**Input data**
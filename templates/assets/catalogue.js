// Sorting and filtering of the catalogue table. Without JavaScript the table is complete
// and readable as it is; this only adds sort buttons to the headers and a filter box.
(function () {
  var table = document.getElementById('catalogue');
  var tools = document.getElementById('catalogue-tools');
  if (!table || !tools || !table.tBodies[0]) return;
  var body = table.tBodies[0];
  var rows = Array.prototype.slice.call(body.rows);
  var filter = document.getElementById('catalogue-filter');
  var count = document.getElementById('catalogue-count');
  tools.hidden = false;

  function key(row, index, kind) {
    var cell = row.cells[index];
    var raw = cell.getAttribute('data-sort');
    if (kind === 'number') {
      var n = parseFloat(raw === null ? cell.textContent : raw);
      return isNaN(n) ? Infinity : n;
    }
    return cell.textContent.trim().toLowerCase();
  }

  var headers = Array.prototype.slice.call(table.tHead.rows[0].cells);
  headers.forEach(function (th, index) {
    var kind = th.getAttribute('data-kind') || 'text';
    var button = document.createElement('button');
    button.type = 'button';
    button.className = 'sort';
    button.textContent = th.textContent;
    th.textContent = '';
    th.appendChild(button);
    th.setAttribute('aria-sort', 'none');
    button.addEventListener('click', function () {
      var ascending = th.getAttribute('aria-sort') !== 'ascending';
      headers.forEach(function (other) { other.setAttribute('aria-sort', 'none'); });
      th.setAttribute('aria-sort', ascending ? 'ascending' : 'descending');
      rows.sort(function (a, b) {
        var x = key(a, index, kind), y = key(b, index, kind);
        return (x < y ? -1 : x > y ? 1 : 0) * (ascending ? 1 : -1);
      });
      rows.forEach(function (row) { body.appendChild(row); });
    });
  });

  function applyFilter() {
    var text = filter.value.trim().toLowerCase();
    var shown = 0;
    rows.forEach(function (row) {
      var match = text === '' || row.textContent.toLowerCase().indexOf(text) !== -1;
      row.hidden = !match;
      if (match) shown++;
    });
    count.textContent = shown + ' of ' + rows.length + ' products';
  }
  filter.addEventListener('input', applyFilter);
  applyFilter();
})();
---
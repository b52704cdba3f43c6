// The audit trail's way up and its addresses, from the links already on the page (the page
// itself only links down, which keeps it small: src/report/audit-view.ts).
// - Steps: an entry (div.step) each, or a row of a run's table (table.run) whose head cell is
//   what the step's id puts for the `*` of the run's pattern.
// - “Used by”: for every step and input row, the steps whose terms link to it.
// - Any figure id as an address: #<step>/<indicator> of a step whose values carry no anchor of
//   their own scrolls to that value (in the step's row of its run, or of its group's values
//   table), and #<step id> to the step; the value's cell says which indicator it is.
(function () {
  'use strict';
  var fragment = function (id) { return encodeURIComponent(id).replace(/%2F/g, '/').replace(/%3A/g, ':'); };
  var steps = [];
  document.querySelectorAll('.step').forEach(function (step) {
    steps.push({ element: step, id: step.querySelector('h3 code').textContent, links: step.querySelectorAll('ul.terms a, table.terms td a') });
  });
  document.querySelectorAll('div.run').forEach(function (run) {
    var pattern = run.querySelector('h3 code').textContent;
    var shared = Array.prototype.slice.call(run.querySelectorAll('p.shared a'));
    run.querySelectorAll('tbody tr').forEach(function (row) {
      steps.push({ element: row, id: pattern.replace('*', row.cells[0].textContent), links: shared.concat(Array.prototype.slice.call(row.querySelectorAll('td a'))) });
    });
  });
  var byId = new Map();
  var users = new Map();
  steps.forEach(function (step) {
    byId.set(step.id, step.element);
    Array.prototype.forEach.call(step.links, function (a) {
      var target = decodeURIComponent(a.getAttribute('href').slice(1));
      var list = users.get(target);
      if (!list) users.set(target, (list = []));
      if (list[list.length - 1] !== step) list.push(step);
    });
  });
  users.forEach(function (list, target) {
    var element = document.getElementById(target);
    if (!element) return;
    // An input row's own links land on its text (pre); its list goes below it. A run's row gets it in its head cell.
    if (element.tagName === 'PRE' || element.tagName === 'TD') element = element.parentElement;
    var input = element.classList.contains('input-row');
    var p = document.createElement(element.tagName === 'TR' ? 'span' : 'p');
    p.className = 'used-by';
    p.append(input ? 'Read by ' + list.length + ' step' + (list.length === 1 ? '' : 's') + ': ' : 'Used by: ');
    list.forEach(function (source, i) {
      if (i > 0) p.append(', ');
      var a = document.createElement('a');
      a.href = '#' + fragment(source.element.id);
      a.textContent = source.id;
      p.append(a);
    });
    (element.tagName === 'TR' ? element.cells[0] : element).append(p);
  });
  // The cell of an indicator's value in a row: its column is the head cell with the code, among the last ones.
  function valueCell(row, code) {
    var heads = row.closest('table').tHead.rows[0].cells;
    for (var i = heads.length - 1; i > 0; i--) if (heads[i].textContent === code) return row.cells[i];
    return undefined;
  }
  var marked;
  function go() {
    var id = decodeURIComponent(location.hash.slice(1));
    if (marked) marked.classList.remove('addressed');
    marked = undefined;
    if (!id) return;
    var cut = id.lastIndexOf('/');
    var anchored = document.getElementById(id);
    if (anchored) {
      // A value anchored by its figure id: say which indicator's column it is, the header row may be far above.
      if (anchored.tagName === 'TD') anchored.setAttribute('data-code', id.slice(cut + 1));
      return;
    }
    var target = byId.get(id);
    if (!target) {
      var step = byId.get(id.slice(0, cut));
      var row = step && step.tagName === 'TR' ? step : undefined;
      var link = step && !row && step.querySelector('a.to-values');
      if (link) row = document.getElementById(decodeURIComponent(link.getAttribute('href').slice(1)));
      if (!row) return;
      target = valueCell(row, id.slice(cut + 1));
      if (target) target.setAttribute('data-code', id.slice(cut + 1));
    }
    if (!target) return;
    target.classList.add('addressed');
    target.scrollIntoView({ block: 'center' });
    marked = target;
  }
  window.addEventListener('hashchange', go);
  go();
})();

**Try it**
From the data above, reproduce word for word the lines running from the line with "if (anchored.tagName === 'TD')" to the line with "target = valueCell(row, id.slice(cut", ends included.

**Answer box**
      if (anchored.tagName === 'TD') anchored.setAttribute('data-code', id.slice(cut + 1));
      return;
    }
    var target = byId.get(id);
    if (!target) {
      var step = byId.get(id.slice(0, cut));
      var row = step && step.tagName === 'TR' ? step : undefined;
      var link = step && !row && step.querySelector('a.to-values');
      if (link) row = document.getElementById(decodeURIComponent(link.getAttribute('href').slice(1)));
      if (!row) return;
      target = valueCell(row, id.slice(cut + 1));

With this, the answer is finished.